*** Input data Section Begins ***

// Two bodies between the API and the solver: masses (kg or GM) -> the solver's GM = G m states,
// and the reduction (integrals times G) -> the answer (kg, kg km^2/s^2, kg km^2/s, degrees, ISO epochs).
import type { CentralBody } from '../solver/bodies/bodies.js';
import {
  GRAVITATIONAL_CONSTANT_KM3_PER_KG_S2,
  GRAVITATIONAL_CONSTANT_RELATIVE_UNCERTAINTY,
  GRAVITATIONAL_CONSTANT_SOURCE,
  gmFromMass,
  massFromGm,
} from '../solver/core/constants.js';
import { relativeDifference } from '../solver/core/math.js';
import type { OrbitSolution } from '../solver/conic/orbit.js';
import type { BodyState, TwoBodyReduction } from '../solver/conic/two-body.js';
import { formatUtcIso } from '../solver/time/time.js';
import { norm, sub, type Vec3 as SolverVec3 } from '../solver/core/vec3.js';
import type { TwoBodyAnswer, TwoBodyMember, TwoBodyRequest } from '../schemas/two-body.js';
import { toOrbitAnswer } from './orbit.js';

const gmOf = (b: TwoBodyMember): number => b.gm ?? gmFromMass(b.mass!);
const massOf = (b: TwoBodyMember): number => b.mass ?? massFromGm(b.gm!);
const label = (b: TwoBodyMember, fallback: string): string => b.name ?? fallback;
/**
 * A sum of two inputs as printed: 15 significant digits, what a double carries of two addends
 * (IEEE 754 binary64: 15.95 decimal digits), so 5.2e11 + 3.1e9 prints 523100000000, not the
 * 523100000000.00006 that dividing the summed GMs by G leaves.
 */
const derivedSum = (x: number): number => (Number.isFinite(x) ? Number(x.toPrecision(15)) : x);

/** The solver's bodies for a validated request (mass -> GM = G m). */
export function twoBodySolverInput(req: TwoBodyRequest): [BodyState, BodyState] {
  const [b1, b2] = req.bodies;
  return [
    { gm: gmOf(b1), r: b1.position, v: b1.velocity },
    { gm: gmOf(b2), r: b2.position, v: b2.velocity },
  ];
}

/** The "central body" of the relative orbit: body 1 with mu = G (m1 + m2), no radius. */
export function relativeCentralBody(req: TwoBodyRequest, reduction: TwoBodyReduction): CentralBody {
  const [b1, b2] = req.bodies;
  return {
    name: `${label(b1, 'body1')}+${label(b2, 'body2')}`,
    gm: reduction.totalGm,
    sources: { gm: 'G (m1 + m2) of the two bodies in the request' },
  };
}

/** |a - b| / max(|a|, |b|) for vectors; 0 when both are zero. */
function vectorRelativeDifference(a: SolverVec3, b: SolverVec3): number {
  const scale = Math.max(norm(a), norm(b));
  return scale === 0 ? 0 : norm(sub(a, b)) / scale;
}

/** Solver reduction and relative orbit -> API answer without the tracks (GM units -> kg via G). */
export function toTwoBodyAnswer(
  req: TwoBodyRequest,
  red: TwoBodyReduction,
  orbit: OrbitSolution,
  relativeBody: CentralBody,
  epochTT: number,
  scenarioHash: string,
): Omit<TwoBodyAnswer, 'tracks'> {
  const G = GRAVITATIONAL_CONSTANT_KM3_PER_KG_S2;
  const [b1, b2] = req.bodies;
  const axes = red.semiMajorAxes;
  const member = (b: TwoBodyMember, fraction: number, about: { r: SolverVec3; v: SolverVec3 }, a: number | null) => ({
    name: b.name ?? null,
    mass: massOf(b),
    gm: gmOf(b),
    massFraction: fraction,
    position: [...about.r] as [number, number, number],
    velocity: [...about.v] as [number, number, number],
    semiMajorAxis: a,
    period: red.periodS,
  });
  // The solver's integrals are G E (km^5/s^4) and G L (km^5/s^3): divide by G for kg km^2/s^2 and kg km^2/s.
  const energyDirect = red.energyTimesG.direct / G;
  const energyRelative = red.energyTimesG.fromRelative / G;
  const momentumDirect = red.angularMomentumTimesG.direct.map((x) => x / G) as [number, number, number];
  const momentumRelative = red.angularMomentumTimesG.fromRelative.map((x) => x / G) as [number, number, number];
  return {
    scenarioHash,
    epoch: formatUtcIso(epochTT),
    frame: req.frame,
    gravitationalConstant: {
      value: G,
      unit: 'km^3 kg^-1 s^-2',
      relativeUncertainty: GRAVITATIONAL_CONSTANT_RELATIVE_UNCERTAINTY,
      source: GRAVITATIONAL_CONSTANT_SOURCE,
    },
    totalMass: derivedSum(massOf(b1) + massOf(b2)),
    totalGm: red.totalGm,
    reducedMass: massFromGm(red.reducedGm),
    barycenter: { position: [...red.barycentre.r], velocity: [...red.barycentre.v] },
    relativeState: { position: [...red.relative.r], velocity: [...red.relative.v] },
    relativeOrbit: toOrbitAnswer(orbit, relativeBody, epochTT, scenarioHash),
    bodies: [
      member(b1, red.massFraction1, red.body1, axes ? axes.body1 : null),
      member(b2, red.massFraction2, red.body2, axes ? axes.body2 : null),
    ],
    conserved: {
      energy: {
        unit: 'kg km^2/s^2',
        fromBodies: energyDirect,
        fromRelativeMotion: energyRelative,
        relativeDifference: relativeDifference(energyDirect, energyRelative),
      },
      angularMomentum: {
        unit: 'kg km^2/s',
        fromBodies: momentumDirect,
        fromRelativeMotion: momentumRelative,
        relativeDifference: vectorRelativeDifference(momentumDirect, momentumRelative),
      },
    },
  };
}

/** The name of each body's track (the request's label, or null). */
export const trackNames = (req: TwoBodyRequest): [string | null, string | null] => [req.bodies[0].name ?? null, req.bodies[1].name ?? null];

*** Input data Section Ends ***

Exercise directions => An exact reproduction of all the entries, complete to the last line, is needed.

Result of the task =>
// Two bodies between the API and the solver: masses (kg or GM) -> the solver's GM = G m states,
// and the reduction (integrals times G) -> the answer (kg, kg km^2/s^2, kg km^2/s, degrees, ISO epochs).
import type { CentralBody } from '../solver/bodies/bodies.js';
import {
  GRAVITATIONAL_CONSTANT_KM3_PER_KG_S2,
  GRAVITATIONAL_CONSTANT_RELATIVE_UNCERTAINTY,
  GRAVITATIONAL_CONSTANT_SOURCE,
  gmFromMass,
  massFromGm,
} from '../solver/core/constants.js';
import { relativeDifference } from '../solver/core/math.js';
import type { OrbitSolution } from '../solver/conic/orbit.js';
import type { BodyState, TwoBodyReduction } from '../solver/conic/two-body.js';
import { formatUtcIso } from '../solver/time/time.js';
import { norm, sub, type Vec3 as SolverVec3 } from '../solver/core/vec3.js';
import type { TwoBodyAnswer, TwoBodyMember, TwoBodyRequest } from '../schemas/two-body.js';
import { toOrbitAnswer } from './orbit.js';

const gmOf = (b: TwoBodyMember): number => b.gm ?? gmFromMass(b.mass!);
const massOf = (b: TwoBodyMember): number => b.mass ?? massFromGm(b.gm!);
const label = (b: TwoBodyMember, fallback: string): string => b.name ?? fallback;
/**
 * A sum of two inputs as printed: 15 significant digits, what a double carries of two addends
 * (IEEE 754 binary64: 15.95 decimal digits), so 5.2e11 + 3.1e9 prints 523100000000, not the
 * 523100000000.00006 that dividing the summed GMs by G leaves.
 */
const derivedSum = (x: number): number => (Number.isFinite(x) ? Number(x.toPrecision(15)) : x);

/** The solver's bodies for a validated request (mass -> GM = G m). */
export function twoBodySolverInput(req: TwoBodyRequest): [BodyState, BodyState] {
  const [b1, b2] = req.bodies;
  return [
    { gm: gmOf(b1), r: b1.position, v: b1.velocity },
    { gm: gmOf(b2), r: b2.position, v: b2.velocity },
  ];
}

/** The "central body" of the relative orbit: body 1 with mu = G (m1 + m2), no radius. */
export function relativeCentralBody(req: TwoBodyRequest, reduction: TwoBodyReduction): CentralBody {
  const [b1, b2] = req.bodies;
  return {
    name: `${label(b1, 'body1')}+${label(b2, 'body2')}`,
    gm: reduction.totalGm,
    sources: { gm: 'G (m1 + m2) of the two bodies in the request' },
  };
}

/** |a - b| / max(|a|, |b|) for vectors; 0 when both are zero. */
function vectorRelativeDifference(a: SolverVec3, b: SolverVec3): number {
  const scale = Math.max(norm(a), norm(b));
  return scale === 0 ? 0 : norm(sub(a, b)) / scale;
}

/** Solver reduction and relative orbit -> API answer without the tracks (GM units -> kg via G). */
export function toTwoBodyAnswer(
  req: TwoBodyRequest,
  red: TwoBodyReduction,
  orbit: OrbitSolution,
  relativeBody: CentralBody,
  epochTT: number,
  scenarioHash: string,
): Omit<TwoBodyAnswer, 'tracks'> {
  const G = GRAVITATIONAL_CONSTANT_KM3_PER_KG_S2;
  const [b1, b2] = req.bodies;
  const axes = red.semiMajorAxes;
  const member = (b: TwoBodyMember, fraction: number, about: { r: SolverVec3; v: SolverVec3 }, a: number | null) => ({
    name: b.name ?? null,
    mass: massOf(b),
    gm: gmOf(b),
    massFraction: fraction,
    position: [...about.r] as [number, number, number],
    velocity: [...about.v] as [number, number, number],
    semiMajorAxis: a,
    period: red.periodS,
  });
  // The solver's integrals are G E (km^5/s^4) and G L (km^5/s^3): divide by G for kg km^2/s^2 and kg km^2/s.
  const energyDirect = red.energyTimesG.direct / G;
  const energyRelative = red.energyTimesG.fromRelative / G;
  const momentumDirect = red.angularMomentumTimesG.direct.map((x) => x / G) as [number, number, number];
  const momentumRelative = red.angularMomentumTimesG.fromRelative.map((x) => x / G) as [number, number, number];
  return {
    scenarioHash,
    epoch: formatUtcIso(epochTT),
    frame: req.frame,
    gravitationalConstant: {
      value: G,
      unit: 'km^3 kg^-1 s^-2',
      relativeUncertainty: GRAVITATIONAL_CONSTANT_RELATIVE_UNCERTAINTY,
      source: GRAVITATIONAL_CONSTANT_SOURCE,
    },
    totalMass: derivedSum(massOf(b1) + massOf(b2)),
    totalGm: red.totalGm,
    reducedMass: massFromGm(red.reducedGm),
    barycenter: { position: [...red.barycentre.r], velocity: [...red.barycentre.v] },
    relativeState: { position: [...red.relative.r], velocity: [...red.relative.v] },
    relativeOrbit: toOrbitAnswer(orbit, relativeBody, epochTT, scenarioHash),
    bodies: [
      member(b1, red.massFraction1, red.body1, axes ? axes.body1 : null),
      member(b2, red.massFraction2, red.body2, axes ? axes.body2 : null),
    ],
    conserved: {
      energy: {
        unit: 'kg km^2/s^2',
        fromBodies: energyDirect,
        fromRelativeMotion: energyRelative,
        relativeDifference: relativeDifference(energyDirect, energyRelative),
      },
      angularMomentum: {
        unit: 'kg km^2/s',
        fromBodies: momentumDirect,
        fromRelativeMotion: momentumRelative,
        relativeDifference: vectorRelativeDifference(momentumDirect, momentumRelative),
      },
    },
  };
}

/** The name of each body's track (the request's label, or null). */
export const trackNames = (req: TwoBodyRequest): [string | null, string | null] => [req.bodies[0].name ?? null, req.bodies[1].name ?? null];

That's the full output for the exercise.